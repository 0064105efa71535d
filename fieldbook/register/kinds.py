"""Which entries a register has, and what their bodies must hold.

Checked when an entry is written, never when it is read: a later version may add kinds and keys.
"""

from __future__ import annotations

from fieldbook.errors import UsageError
from fieldbook.model.canonical import Tree, normalised

MAX_BODY_BYTES = 8 * 1024 * 1024

_TEXT: tuple[type, ...] = (str,)
_INT: tuple[type, ...] = (int,)
_LIST: tuple[type, ...] = (list,)
_TREE: tuple[type, ...] = (dict,)
_TEXT_OR_NONE: tuple[type, ...] = (str, type(None))

_ADDED: dict[str, tuple[type, ...]] = {
    "book": _TEXT,
    "path": _TEXT,
    "head_seq": _INT,
    "head_hash": _TEXT,
    "hashes": _TEXT,
    "versions": _TREE,
    "occupations": _LIST,
    "failed": _LIST,
    "marks": _TREE,
    "numbers": _TREE,
    "certificates": _LIST,
    "changes": _LIST,
}
KINDS: dict[str, dict[str, tuple[type, ...]]] = {
    "register": {"id": _TEXT, "format": _INT, "program": _TEXT, "migrations": _LIST},
    "migrated": {"migrations": _LIST},
    "added": _ADDED,  # one state of one book
    "elsewhere": _ADDED,  # a list of coordinates from elsewhere, in the same shape
    "same": {"marks": _LIST, "reason": _TEXT},
    "different": {"marks": _LIST, "reason": _TEXT},
    "reset": {"mark": _INT, "from_utc": _TEXT, "number": _INT, "reason": _TEXT},
    "separate": {"book": _TEXT, "occupation": _INT, "number": _INT, "reason": _TEXT},
    "exclude": {"book": _TEXT, "occupation": _INT, "reason": _TEXT},
    "name": {"mark": _INT, "name": _TEXT, "reason": _TEXT},
    "frame": {"frame": _TEXT, "epoch": _TEXT_OR_NONE, "reason": _TEXT},
    "rule": {"rule": _TEXT, "within_m": _TEXT, "reason": _TEXT},
    "published": {
        "number": _TEXT,
        "mark": _INT,
        "name": _TEXT,
        "place": _TREE,
        "datum_accuracy": _TREE,
        "between_accuracy": _TREE,
        "method": _TEXT,
        "evidence": _LIST,
        "supersedes": _TEXT_OR_NONE,
        "change": _TREE,
        "reason": _TEXT,
    },
    "withdrawn": {"mark": _INT, "number": _TEXT, "reason": _TEXT},
    "strike": {"seq": _INT, "reason": _TEXT},
}
DECISIONS = ("same", "different", "reset", "separate", "exclude", "name", "frame", "rule")
STRIKABLE = (*DECISIONS, "strike")


def checked_body(kind: str, body: Tree) -> Tree:
    """The body in canonical values.

    Raises:
        UsageError: unknown kind, missing key, wrong type, or something canonical bytes do not know.
    """
    if kind not in KINDS:
        raise UsageError(f'A register has no entry "{kind}".', "This is a fault of the program.")
    try:
        tree: Tree = normalised(body)
    except TypeError as error:
        raise UsageError(f"The entry '{kind}' cannot be stored: {error}.", "This is a fault of the program.") from error
    for key, types in KINDS[kind].items():
        value = tree.get(key)
        if key not in tree or not isinstance(value, types) or (isinstance(value, bool) and types == _INT):
            raise UsageError(f"The entry '{kind}' lacks a proper '{key}'.", "This is a fault of the program.")
    if "reason" in KINDS[kind] and not tree["reason"].strip():
        raise UsageError(f"A '{kind}' needs a reason.", "Give --reason.", code="no_reason")
    return tree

+---+

Aim of the exercise ->
Repeat every line of the listing without a single difference.

Problem solution ->
repository 0064105efa71535d
filename fieldbook/register/kinds.py
"""Which entries a register has, and what their bodies must hold.

Checked when an entry is written, never when it is read: a later version may add kinds and keys.
"""

from __future__ import annotations

from fieldbook.errors import UsageError
from fieldbook.model.canonical import Tree, normalised

MAX_BODY_BYTES = 8 * 1024 * 1024

_TEXT: tuple[type, ...] = (str,)
_INT: tuple[type, ...] = (int,)
_LIST: tuple[type, ...] = (list,)
_TREE: tuple[type, ...] = (dict,)
_TEXT_OR_NONE: tuple[type, ...] = (str, type(None))

_ADDED: dict[str, tuple[type, ...]] = {
    "book": _TEXT,
    "path": _TEXT,
    "head_seq": _INT,
    "head_hash": _TEXT,
    "hashes": _TEXT,
    "versions": _TREE,
    "occupations": _LIST,
    "failed": _LIST,
    "marks": _TREE,
    "numbers": _TREE,
    "certificates": _LIST,
    "changes": _LIST,
}
KINDS: dict[str, dict[str, tuple[type, ...]]] = {
    "register": {"id": _TEXT, "format": _INT, "program": _TEXT, "migrations": _LIST},
    "migrated": {"migrations": _LIST},
    "added": _ADDED,  # one state of one book
    "elsewhere": _ADDED,  # a list of coordinates from elsewhere, in the same shape
    "same": {"marks": _LIST, "reason": _TEXT},
    "different": {"marks": _LIST, "reason": _TEXT},
    "reset": {"mark": _INT, "from_utc": _TEXT, "number": _INT, "reason": _TEXT},
    "separate": {"book": _TEXT, "occupation": _INT, "number": _INT, "reason": _TEXT},
    "exclude": {"book": _TEXT, "occupation": _INT, "reason": _TEXT},
    "name": {"mark": _INT, "name": _TEXT, "reason": _TEXT},
    "frame": {"frame": _TEXT, "epoch": _TEXT_OR_NONE, "reason": _TEXT},
    "rule": {"rule": _TEXT, "within_m": _TEXT, "reason": _TEXT},
    "published": {
        "number": _TEXT,
        "mark": _INT,
        "name": _TEXT,
        "place": _TREE,
        "datum_accuracy": _TREE,
        "between_accuracy": _TREE,
        "method": _TEXT,
        "evidence": _LIST,
        "supersedes": _TEXT_OR_NONE,
        "change": _TREE,
        "reason": _TEXT,
    },
    "withdrawn": {"mark": _INT, "number": _TEXT, "reason": _TEXT},
    "strike": {"seq": _INT, "reason": _TEXT},
}
DECISIONS = ("same", "different", "reset", "separate", "exclude", "name", "frame", "rule")
STRIKABLE = (*DECISIONS, "strike")


def checked_body(kind: str, body: Tree) -> Tree:
    """The body in canonical values.

    Raises:
        UsageError: unknown kind, missing key, wrong type, or something canonical bytes do not know.
    """
    if kind not in KINDS:
        raise UsageError(f'A register has no entry "{kind}".', "This is a fault of the program.")
    try:
        tree: Tree = normalised(body)
    except TypeError as error:
        raise UsageError(f"The entry '{kind}' cannot be stored: {error}.", "This is a fault of the program.") from error
    for key, types in KINDS[kind].items():
        value = tree.get(key)
        if key not in tree or not isinstance(value, types) or (isinstance(value, bool) and types == _INT):
            raise UsageError(f"The entry '{kind}' lacks a proper '{key}'.", "This is a fault of the program.")
    if "reason" in KINDS[kind] and not tree["reason"].strip():
        raise UsageError(f"A '{kind}' needs a reason.", "Give --reason.", code="no_reason")
    return tree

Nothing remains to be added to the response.